髪がぼさぼさになっているがそれでもかわいいと思う。
「ミウ、寝癖で頭ぼさぼさなんだけど……」
頭をぼさぼさにしたままのミウが目を細めてくるも、これはこれでジト目みたいでかわいい。
ささっと距離を詰めて腰に手を回す。
「そんな姿もかわいいって言ってるの。結婚しよ?」
「も、もうっ。朝から変なことばかり言って。いつか女の人から背中を刺されるよ、お兄ちゃん――」
呆れるように言葉を返すミウだったがまんざらでもなさそうだった。
頬がどことなく赤い。
「そう? それよりもブラッシングする?」
「うん。でも、トイレに行ってからでいい?」
「わかった。俺は1階のを使うからミウは2階のでいいよ?」
「あ、うん」
そして、トイレに行った後に、ドレッサーの前でミウの髪をブラッシングして寝癖を直す。
「うん。今日もかわいくなったね?」
「おにーちゃん。今日なんかおかしくない? 変なものでも食べた? 朝からかわいいかわいい言ってるけど、いつにも増しておかしいよ?」
「そうか? まあいいじゃないか。そういう気分なんだよ。それよりも朝食にするぞ?」
「あ、うん。わかった。それでお兄ちゃん。もしもミウが食べさせてって言ったら食べさせてくれる?」
「OK」
それから朝食を済ませて家を出る。
手をつなぐ際に指を絡ませてみると、ミウも絡ませてきた。
何があってもその手を放すまいとしっかりと握る。
(さてと。今日も頑張りますか……)
家事から勉強までやることは多い。
でも、それらをやらなければ、未成年である俺とミウだけでは暮らせないのだ。
今世の両親が生前に未成年後見人の弁護士を手配していれば、俺もミウも児童相談所の施設で生活することになっていただろうし。

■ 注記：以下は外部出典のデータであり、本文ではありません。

//! The one place where pointers become arrays: NULL, alignment, size and overlap are checked before anything is read.
//!
//! What cannot be checked is the caller's promise, stated in the header: a pointer that is not NULL leads to as many
//! elements as the call says.

use crate::quantity::Quantity;
use crate::status::{Code, Failure};

/// The arrays of one call, so that outputs can be held against all others.
pub(super) struct Arrays {
    ranges: Vec<Range>,
}

struct Range {
    start: usize,
    end: usize,
    output: bool,
    argument: i32,
}

/// A checked input array.
#[derive(Clone, Copy)]
pub(super) struct In<T> {
    pointer: *const T,
    len: usize,
}

/// A checked input array that may be left out: its pointer is then NULL. No `Option<In>`: its unset half would be read
/// before its mark by optimised code, which memory checkers rightly ask about.
#[derive(Clone, Copy)]
pub(super) struct InIf<T>(In<T>);

/// A checked output array.
#[derive(Clone, Copy)]
pub(super) struct Out<T> {
    pointer: *mut T,
    len: usize,
}

/// A count from C.
///
/// # Errors
/// `NegativeCount`, `TooLarge`.
pub(super) fn count(n: i64) -> Result<usize, Failure> {
    if n < 0 {
        return Err(Failure::new(Code::NegativeCount));
    }
    // 2^56 elements of any kind lie beyond every address space.
    if n > 1 << 56 {
        return Err(Failure::new(Code::TooLarge));
    }
    usize::try_from(n).map_err(|_| Failure::new(Code::TooLarge))
}

impl Arrays {
    /// The arrays and single results of one call.
    ///
    /// # Safety
    /// Every pointer handed to this value is NULL or leads to as many elements as is said with it, valid for the time of
    /// the call, and nobody else writes them meanwhile: the promise of every caller, stated in the header.
    pub(super) unsafe fn promised() -> Self {
        Self { ranges: Vec::new() }
    }

    fn enter<T>(&mut self, argument: i32, pointer: *const T, len: usize, output: bool) -> Result<(), Failure> {
        let fail = |code| Err(Failure::of(code, argument));
        if len == 0 {
            return Ok(());
        }
        if pointer.is_null() {
            return fail(Code::NullPointer);
        }
        if !pointer.is_aligned() {
            return fail(Code::Misaligned);
        }
        let bytes = len.checked_mul(size_of::<T>()).filter(|&bytes| bytes <= isize::MAX as usize);
        let end = bytes.and_then(|bytes| pointer.addr().checked_add(bytes));
        let Some(end) = end else { return fail(Code::TooLarge) };
        self.ranges.push(Range { start: pointer.addr(), end, output, argument });
        Ok(())
    }

    /// An array that must be there.
    ///
    /// # Errors
    /// `NullPointer`, `Misaligned`, `TooLarge` of the argument.
    pub(super) fn input<T: Copy>(&mut self, argument: i32, pointer: *const T, len: usize) -> Result<In<T>, Failure> {
        self.enter(argument, pointer, len, false)?;
        Ok(In { pointer, len })
    }

    /// An array that may be left out.
    ///
    /// # Errors
    /// `Misaligned`, `TooLarge` of the argument.
    pub(super) fn input_if<T: Copy>(
        &mut self,
        argument: i32,
        pointer: *const T,
        len: usize,
    ) -> Result<InIf<T>, Failure> {
        if pointer.is_null() { Ok(InIf(In { pointer, len: 0 })) } else { self.input(argument, pointer, len).map(InIf) }
    }

    /// An output array that must be there.
    ///
    /// # Errors
    /// `NullPointer`, `Misaligned`, `TooLarge` of the argument.
    pub(super) fn output<T: Copy>(&mut self, argument: i32, pointer: *mut T, len: usize) -> Result<Out<T>, Failure> {
        self.enter(argument, pointer.cast_const(), len, true)?;
        Ok(Out { pointer, len })
    }

    /// An output array that the caller may not want; writing to it then does nothing.
    ///
    /// # Errors
    /// `Misaligned`, `TooLarge` of the argument.
    pub(super) fn output_if<T: Copy>(&mut self, argument: i32, pointer: *mut T, len: usize) -> Result<Out<T>, Failure> {
        if pointer.is_null() { Ok(Out { pointer, len: 0 }) } else { self.output(argument, pointer, len) }
    }

    /// Values with their uncertainties, a row each.
    ///
    /// # Errors
    /// As `input`.
    pub(super) fn quantities(
        &mut self,
        argument: i32,
        value: *const f64,
        u: *const f64,
        len: usize,
    ) -> Result<Quantities, Failure> {
        Ok(Quantities { value: self.input(argument, value, len)?, u: self.input_if(argument, u, len)? })
    }

    /// Room for values and, where wanted, their uncertainties.
    ///
    /// # Errors
    /// As `output`.
    pub(super) fn quantities_out(
        &mut self,
        argument: i32,
        value: *mut f64,
        u: *mut f64,
        len: usize,
    ) -> Result<QuantitiesOut, Failure> {
        Ok(QuantitiesOut { value: self.output(argument, value, len)?, u: self.output_if(argument, u, len)? })
    }

    /// No output may share memory with another array.
    ///
    /// # Errors
    /// `Overlap` with the argument of the output.
    pub(super) fn no_overlap(&self) -> Result<(), Failure> {
        for (i, one) in self.ranges.iter().enumerate() {
            for other in &self.ranges[i + 1..] {
                if (one.output || other.output) && one.start < other.end && other.start < one.end {
                    let argument = if other.output { other.argument } else { one.argument };
                    return Err(Failure::of(Code::Overlap, argument));
                }
            }
        }
        Ok(())
    }
}

impl<T: Copy> In<T> {
    /// The array as a slice. Called after `no_overlap` only.
    pub(super) fn slice<'a>(self) -> &'a [T] {
        if self.len == 0 {
            return &[];
        }
        // SAFETY: not NULL, aligned and of a size that fits (`Arrays::enter`); that it leads to `len` elements which
        // nobody writes during the call is the caller's promise, and no output of this call overlaps it.
        unsafe { std::slice::from_raw_parts(self.pointer, self.len) }
    }
}

impl<T: Copy> InIf<T> {
    /// The array as a slice, if it is there. Called after `no_overlap` only.
    pub(super) fn slice<'a>(self) -> Option<&'a [T]> {
        if self.0.pointer.is_null() { None } else { Some(self.0.slice()) }
    }
}

impl<T> From<In<T>> for InIf<T> {
    fn from(there: In<T>) -> Self {
        Self(there)
    }
}

impl<T: Copy> Out<T> {
    /// Writes one element; out of range does nothing.
    pub(super) fn set(self, i: usize, value: T) {
        if i < self.len {
            // SAFETY: not NULL, aligned, inside (`Arrays::enter` and the line above).
            unsafe { self.pointer.add(i).write(value) }
        }
    }

    /// Writes elements from `start` on.
    pub(super) fn set_all(self, start: usize, values: &[T]) {
        for (k, &value) in values.iter().enumerate() {
            self.set(start + k, value);
        }
    }
}

/// Input column of values with uncertainties (NaN where the column of uncertainties is left out).
#[derive(Clone, Copy)]
pub(super) struct Quantities {
    value: In<f64>,
    u: InIf<f64>,
}

impl Quantities {
    /// The rows, in order.
    pub(super) fn rows(self) -> impl Fn(usize) -> Quantity {
        let value = self.value.slice();
        let u = self.u.slice();
        move |i| Quantity::new(value[i], u.map_or(f64::NAN, |u| u[i]))
    }

    /// The two slices.
    pub(super) fn slices<'a>(self) -> (&'a [f64], Option<&'a [f64]>) {
        (self.value.slice(), self.u.slice())
    }
}

/// Output column of values with uncertainties.
#[derive(Clone, Copy)]
pub(super) struct QuantitiesOut {
    value: Out<f64>,
    u: Out<f64>,
}

impl QuantitiesOut {
    /// Writes a row.
    pub(super) fn set(self, i: usize, quantity: Quantity) {
        self.value.set(i, clean(quantity.value));
        self.u.set(i, clean(quantity.u));
    }
}

/// The one NaN that leaves the library, and no negative zero.
pub(super) fn clean(value: f64) -> f64 {
    if value.is_nan() { NAN } else { value + 0.0 }
}

/// The NaN of a cell without a value: 0x7FF8000000000000.
pub(super) const NAN: f64 = f64::from_bits(0x7FF8_0000_0000_0000);

/// Quantity of a cell without a value.
pub(super) const NO_QUANTITY: Quantity = Quantity { value: NAN, u: NAN };

/// A single result of a scalar form; NULL where it is not wanted.
#[derive(Clone, Copy)]
pub(super) struct Cell<T>(*mut T);

impl<T: Copy> Cell<T> {
    /// Writes the result, if it is wanted.
    pub(super) fn set(self, value: T) {
        if !self.0.is_null() {
            // SAFETY: not NULL and aligned (`Arrays::cell`); that it leads to room for one value is the caller's promise.
            unsafe { self.0.write(value) }
        }
    }
}

/// A value with its uncertainty as two single results.
#[derive(Clone, Copy)]
pub(super) struct QuantityCell {
    value: Cell<f64>,
    u: Cell<f64>,
}

impl QuantityCell {
    /// Writes value and uncertainty.
    pub(super) fn set(self, quantity: Quantity) {
        self.value.set(clean(quantity.value));
        self.u.set(clean(quantity.u));
    }
}

impl Arrays {
    /// A single result that must have room, blanked at once so that no stale value stays behind a failure.
    ///
    /// # Errors
    /// `NullPointer`, `Misaligned` of the argument.
    pub(super) fn cell<T: Copy>(&self, argument: i32, pointer: *mut T, blank: T) -> Result<Cell<T>, Failure> {
        if pointer.is_null() {
            return Err(Failure::of(Code::NullPointer, argument));
        }
        self.cell_if(argument, pointer, blank)
    }

    /// A single result that may be left out, blanked at once.
    ///
    /// # Errors
    /// `Misaligned` of the argument.
    pub(super) fn cell_if<T: Copy>(&self, argument: i32, pointer: *mut T, blank: T) -> Result<Cell<T>, Failure> {
        if !pointer.is_null() && !pointer.is_aligned() {
            return Err(Failure::of(Code::Misaligned, argument));
        }
        let cell = Cell(pointer);
        cell.set(blank);
        Ok(cell)
    }

    /// A value with its uncertainty, which may be left out; both blanked at once.
    ///
    /// # Errors
    /// `NullPointer`, `Misaligned` of the argument.
    pub(super) fn quantity_cell(&self, argument: i32, value: *mut f64, u: *mut f64) -> Result<QuantityCell, Failure> {
        Ok(QuantityCell { value: self.cell(argument, value, NAN)?, u: self.cell_if(argument, u, NAN)? })
    }
}

/// Runs the rows of a column: a row that fails gets its status and `blank`, and the others go on. A failure of the call
/// itself (codes 10 to 49) ends it.
///
/// # Errors
/// The failure of the call.
pub(super) fn run_rows(
    n: usize,
    row_status: Out<i32>,
    mut row: impl FnMut(usize) -> Result<(), Failure>,
    mut blank: impl FnMut(usize),
) -> Result<Code, Failure> {
    let mut failed = 0;
    for i in 0..n {
        let status = match row(i) {
            Ok(()) => 0,
            Err(failure) if (10..50).contains(&(failure.code as i32)) => return Err(failure),
            Err(failure) => {
                blank(i);
                failed += 1;
                failure.status()
            }
        };
        row_status.set(i, status);
    }
    Ok(rows_code(n, failed))
}

/// What a column ends with.
pub(super) fn rows_code(n: usize, failed: usize) -> Code {
    match failed {
        0 => Code::Ok,
        failed if failed == n => Code::NoRows,
        _ => Code::SomeRows,
    }
}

どう転んでも未成年として扱われる以上、ミウとそういう関係になっても問題ないだろう。
もしも仮に。
未成年ではなく成人として扱われるのなら、また違った未来があったのかもしれないけど。
(これはこれで楽しいからいっか……)
そんなことを思いながら、ミウと一緒に通学路を歩くのだった。